Hurricane Florence continued to ravage North Carolina on Sunday, prompting weather alerts for every county in the state. The storm moved sluggishly — it made landfall at about 6 mph Friday and had slowed to 2 mph on Saturday, dumping massive amounts of rain as it went. The deluge, called a 1,000-year rain event by the state’s governor, swelled rivers and drew comparisons to last years’ Hurricane Harvey. But Florence’s slow forward movement and dangerous torrent of heavy rain aren’t unique to hurricanes. These features are also present in big storms that strike around the country. And what’s more, extreme rainfall events are hitting more often, and big, slow-moving systems are becoming more common. As the climate changes, it’s not just that we can expect to see more hurricanes like Florence, it’s also that more storms of other types will look like this, too.

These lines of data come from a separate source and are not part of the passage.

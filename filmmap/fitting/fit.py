"""Fit film thicknesses to many spectra at once: global search, then local refinement.

The answer never depends on a starting value: every spectrum is scored
against a library of model spectra on a thickness grid covering the whole
search range (`filmmap.fitting.search`), each candidate basin (fringe order)
that could hold the best fit is refined by batched Levenberg-Marquardt
(`filmmap.fitting.lm`), and the refined candidates are compared. A result is
``ok`` only when one candidate is clearly best (or the nominal chooses among
equals), the fit converged inside the search bounds and fits the data.
"""

from __future__ import annotations

import os
from concurrent.futures import ThreadPoolExecutor
from dataclasses import dataclass, field

import numpy as np

from filmmap.errors import FilmmapInputError
from filmmap.fitting.lm import levenberg_marquardt, weighted_residual
from filmmap.fitting.model import ELLIPSOMETRY, REFLECTANCE, FreeParameter, SpectralModel
from filmmap.fitting.search import build_library, grid_step_nm, local_minima, ncs, \
    parabolic_vertex, score_library

POOR_FIT_CHI2 = 10.0
"""Default limit on the reduced chi-square: an rms residual above about 3 noise sigmas
marks the fit "poor fit" (a flat or foreign spectrum fits no film that well)."""

MAX_GRID_POINTS = 20000
"""Largest global-search grid per thickness (about 0.3 mm of oxide at the default fineness)."""

DEFAULT_SEARCH_NM = (0.0, 6000.0)
"""Search range (nm) for a thickness with neither nominal nor search_nm given."""

NOMINAL_WINDOW = (0.5, 2.0)
"""With only a nominal d0, the search runs over [0.5 d0, 2 d0]."""

DEFAULT_REFLECTANCE_SIGMA = (1e-3, 3e-3)
"""Default reflectance noise: sigma_R = 0.001 + 0.003 R (absolute + relative), fraction."""

DEFAULT_PSI_DELTA_SIGMA_DEG = (0.05, 0.10)
"""Default ellipsometer noise: sigma_Psi = 0.05 deg, sigma_Delta = 0.10 deg."""
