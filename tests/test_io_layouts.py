"""Input layouts (filmmap.io.layouts): the same spectra in every layout give identical thickness.

Spectra are made with `tmm` (Byrnes 2016, arXiv:1603.02720) and `refidx` optical
constants (Si: Green 2008; SiO2: Malitson 1965), written with the same 12 significant
digits in every layout, so the reader of every layout must hand the fit the same
numbers and the fitted thickness must be bitwise the same as from the wide layout.
JCAMP-DX files follow the IUPAC JCAMP-DX standard (McDonald & Wilks 1988), read
through the optional `jcamp` package (skipped when absent).
"""

import numpy as np
import pytest

from filmmap.errors import FilmmapInputError
from filmmap.io.layouts import LAYOUTS, Maps, read_spectra
from filmmap.pipeline.reducing import reduce_lot
from filmmap.wafermap.sites import polar_sites

from fit_reference import si_tmm, sio2_tmm, tmm_spectrum

WL = np.arange(400.0, 1000.0 + 1, 10.0)     # Green (2008) table nodes
WAFERS = {"A-01": (3, [95.0, 101.0, 104.0, 99.0, 97.0]),
          "A-02": (4, [480.0, 490.0, 500.0, 505.0, 495.0])}
PAT = polar_sites(5, 150.0, 3.0)


def oxide_on_si(w):
    return [1.0, sio2_tmm(np.array([w]))[0], si_tmm(np.array([w]))[0]]


@pytest.fixture(scope="module")
def spectra():
    return {(w, int(PAT.site[k])): tmm_spectrum(oxide_on_si, [d], WL)
            for w, (_slot, ds) in WAFERS.items() for k, d in enumerate(ds)}


def f(v):
    return f"{v:.12g}"


def lot_toml(layout, glob, extra=""):
    return f'''[lot]
id = "L-{layout}"

[measurement]
technique = "reflectance"
files = ["{glob}"]
wafer_diameter_mm = 150
edge_exclusion_mm = 3
layout = "{layout}"
{extra}
[stack]
substrate = "Si"

[[stack.layer]]
material = "SiO2"
search_nm = [5, 3000]
'''
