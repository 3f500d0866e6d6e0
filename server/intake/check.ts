import fs from 'node:fs';
import type { Knex } from 'knex';
import { recordAudit } from '../audit/service.js';
import { deleteInShortTransactions, maxId, reserveIds, setForeignKeyChecks, writeStats, selectRowsWhereIn, syncIdSequences, writeInShortTransactions } from '../dialect.js';
import { AppError } from '../errors.js';
import { icrsToGalactic } from '../science/frames.js';
import { deriveMeasurement, MEAS_COLS, ROW_COLS, STAR_COLS, type ColumnMapping } from '../measurements/service.js';
import { CrossMatcher, PRELOAD_STARS_PER_ROW, type MatchQuery, type MatchResult, type StarRef } from './crossmatch.js';
import { measurementValues, NUM, NUM_SLOTS, warningsJsonOf, writeDerived, type PrepareContext } from './prepare.js';
import { preparedChunks } from './prepare-stream.js';
import { VISIBLE_BATCH_STATES } from '../lib/visibility.js';

export type RowState = 'accepted' | 'rejected' | 'duplicate' | 'conflict' | 'ambiguous';

export interface BatchCounts {
  rows: number;
  accepted: number;
  rejected: number;
  duplicates: number;
  conflicts: number;
  ambiguous: number;
  newStars: number;
  matchedStars: number;
  warnings: number;
}

export const ZERO_COUNTS: BatchCounts = { rows: 0, accepted: 0, rejected: 0, duplicates: 0, conflicts: 0, ambiguous: 0, newStars: 0, matchedStars: 0, warnings: 0 };

export interface CheckOptions {
  crossmatchArcsec: number;
  /** two epochs closer than this (days) are the same observation */
  mjdToleranceDays: number;
  /** append where the check's time went to this file (config STARVEIL_INTAKE_TIMING), or null */
  timingFile?: string | null;
}

export interface CheckProgress {
  batchId: number;
  rowsDone: number;
  bytesDone: number;
  rowsTotal: number | null;
}

/**
 * Work per write transaction (ms of inserts; the COMMIT adds about as much again): the single
 * SQLite writer is held for tens of milliseconds at a time, then free for sign-ins, session
 * writes and curator edits. Smaller steps cost throughput (each COMMIT rewrites the index pages
 * it touched), larger ones delay everyone else.
 */
const WRITE_BUDGET_MS = 60;

/** Files at least this large are parsed on a second worker thread, overlapping the matching and writing. */
export const PARSE_WORKER_MIN_BYTES = 1 << 20;

/** Values equal to within floating-point noise of a CSV round trip. */
const same = (a: number | null, b: number | null) => (a === null || b === null ? a === b : Math.abs(a - b) <= 1e-9 * Math.max(1, Math.abs(a), Math.abs(b)));

const parseJson = <T>(s: string | null | undefined, fallback: T): T => (s ? (JSON.parse(s) as T) : fallback);

/** Data rows of a CSV file: its line breaks, less the header (quoted line breaks make it an estimate). */
export async function countDataRows(path: string): Promise<number> {
  let n = 0;
  let last = 10;
  for await (const chunk of fs.createReadStream(path, { highWaterMark: 1 << 20 }) as AsyncIterable<Buffer>) {
    let i = -1;
    while ((i = chunk.indexOf(10, i + 1)) !== -1) n++;
    if (chunk.length) last = chunk[chunk.length - 1];
  }
  if (last !== 10) n++;
  return Math.max(0, n - 1);
}

/** Remove whatever an interrupted or failed check of this batch had written (short transactions). */
export async function clearBatchRows(db: Knex, batchId: number): Promise<void> {
  await deleteInShortTransactions(db, 'measurements', 'batch_id = ?', [batchId]);
  await deleteInShortTransactions(db, 'batch_rows', 'batch_id = ?', [batchId]);
  await deleteInShortTransactions(db, 'stars', 'batch_id = ? AND NOT EXISTS (SELECT 1 FROM measurements m WHERE m.star_id = stars.id)', [batchId]);
}

/** Grants of ids, reserved in blocks so other connections can insert meanwhile. */
class IdBlock {
  private next = 0;
  private end = 0;
  constructor(
    private readonly db: Knex,
    private readonly table: string,
  ) {}
  async ensure(n: number): Promise<void> {
    if (this.end - this.next >= n) return;
    const size = Math.max(n, 20_000);
    this.next = await reserveIds(this.db, this.table, size);
    this.end = this.next + size;
  }
  take(): number {
    return this.next++;
  }
}

/**
 * The whole check of one batch, on the caller's own connection (a worker thread's): parse,
 * validate, derive, cross-match, de-duplicate and write. Rows are written in short transactions
 * and stay invisible (the batch is `checking`) until one last short transaction makes the batch
 * `awaiting_review`. A failure marks the batch `failed` with a reason in words and clears its rows.
 */
export async function checkBatch(db: Knex, batchId: number, opts: CheckOptions, report: (p: CheckProgress) => void): Promise<void> {
  const b = await db('batches').where({ id: batchId }).first();
  if (!b || b.state !== 'checking') return;
  let lines: [number, number] = [0, 0];
  try {
    await clearBatchRows(db, batchId);
    const rowsTotal = await countDataRows(b.stored_path);
    await db('batches').where({ id: batchId }).update({ rows_done: 0, bytes_done: 0, rows_total: rowsTotal });
    report({ batchId, rowsDone: 0, bytesDone: 0, rowsTotal });
    const counts = await run(db, b, opts, rowsTotal, report, (l) => (lines = l));
    // the flip: one short transaction makes the whole batch visible
    await db.transaction(async (trx) => {
      const n = await trx('batches').where({ id: batchId, state: 'checking' }).update({
        state: 'awaiting_review', counts_json: JSON.stringify(counts), bytes_done: Number(b.size_bytes), rows_done: counts.rows, rows_total: counts.rows, updated_at: new Date().toISOString(), failure: null,
      });
      if (!n) throw new AppError(409, 'conflict', 'The batch was changed while it was checked.');
      await recordAudit(trx, { actorId: b.uploaded_by, action: 'batch.checked', entityType: 'batch', entityId: batchId, after: counts });
    });
  } catch (e) {
    let message: string;
    if (e instanceof AppError) message = e.message;
    else {
      console.error(`intake: batch ${batchId} failed near lines ${lines[0]}–${lines[1]}`, e);
      message = lines[0]
        ? `The batch could not be stored: an unexpected problem while writing lines ${lines[0]}–${lines[1]}. Nothing of it was kept; the problem has been logged for the administrators. Uploading the same file again retries it.`
        : 'The batch could not be checked: an unexpected problem before its first line was read. Nothing of it was kept; the problem has been logged for the administrators. Uploading the same file again retries it.';
    }
    await db.transaction(async (trx) => {
      await trx('batches').where({ id: batchId }).update({ state: 'failed', failure: message, updated_at: new Date().toISOString() });
      await recordAudit(trx, { actorId: b.uploaded_by, action: 'batch.failed', entityType: 'batch', entityId: batchId, after: { failure: message } });
    });
    await clearBatchRows(db, batchId);
  }
}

Even though hurricanes are formed differently from inland storms, the basic components of a record-breaking flood can be present in both, said Andreas Prein, a scientist at the National Center for Atmospheric Research. “It takes very high rainfall rates, high precipitation. It has to cover a big area. And it has to move slow. Those are the big ingredients that produce a big flood,” he said.
You can see the added dangers of a slow-moving storm by looking at the costliest hurricanes to hit the U.S. The forward speed of Atlantic hurricanes tends to vary by latitude, but the eastern and Gulf coasts mostly fall into an area where the average forward speeds are above 17 mph. The costliness of a storm depends in part on where it strikes — hitting a large urban area drives up costs much faster than hitting a more sparsely populated rural area — but all but three of the costliest storms moved at slower-than-average pace.
Florence was traveling at about a fraction of the average speed for its latitude when it made landfall and has made it obvious how a slow, wet storm can turn a hurricane from a coastal wind disaster to a far-reaching flood risk.
And one of the calling cards of climate change is the wet storms it produces. Scientists are still studying how the shifting environment is changing weather systems, but they’re more certain than usual that it’s causing an increase in extreme precipitation events. “Just look at the U.S. records for the last 100 years. Extreme daily rainfall rates went up in all regions,” Prein said.
There’s a clear causal explanation for that, said David Gochis, a hydrometeorologist at NCAR. Warmer air means more evaporation of surface water, resulting in more water vapor in the air that’s available to fall as rain.
The forward speed of storms is not as well-studied, experts said, but there’s some evidence that the same changing climate that’s leading to more extreme rainfall is also putting the brakes on big rainstorms, which means they dump more water in one place. “There’s research out there in the atmospheric community that’s found that in certain seasons — especially fall — large-scale, mid-latitude storms are slowing down,” Gochis said. And it’s not just hurricanes. What’s happening right now in North Carolina is, in this way, pretty similar to what happened in Colorado in 2013, when a storm parked over a single area for a week, causing flooding that collapsed bridges and homes and spurred massive evacuations.
Last year, Prein was involved in a paper that tried to model the impacts of climate change on large storm systems of all kinds, including, but not limited to, hurricanes. Prein said his paper didn’t find evidence that climate change was making storms move more slowly. But, he said, you could still end up with a higher likelihood of encountering a big, slow, wet storm. “It’s not that climate change is changing the speed of movement, but you get more big, high-intensity storms, which [tend to] move slowly,” he said.
The result is a shifting norm in flood risk across the country. If you live on the coast, you can probably expect more flooding caused by hurricanes like Florence. If you live in the Midwest, you can probably expect more thunderstorm-related flooding. And in both cases, the kind of big floods that were rare in the past are becoming more common now. How big can the storms (and the floods) get? We don’t know what the limits are, Gochis said. We know what’s been normal in the past. But if storms are getting slower and wetter, “Well, then you have to do the calculation again,” he said.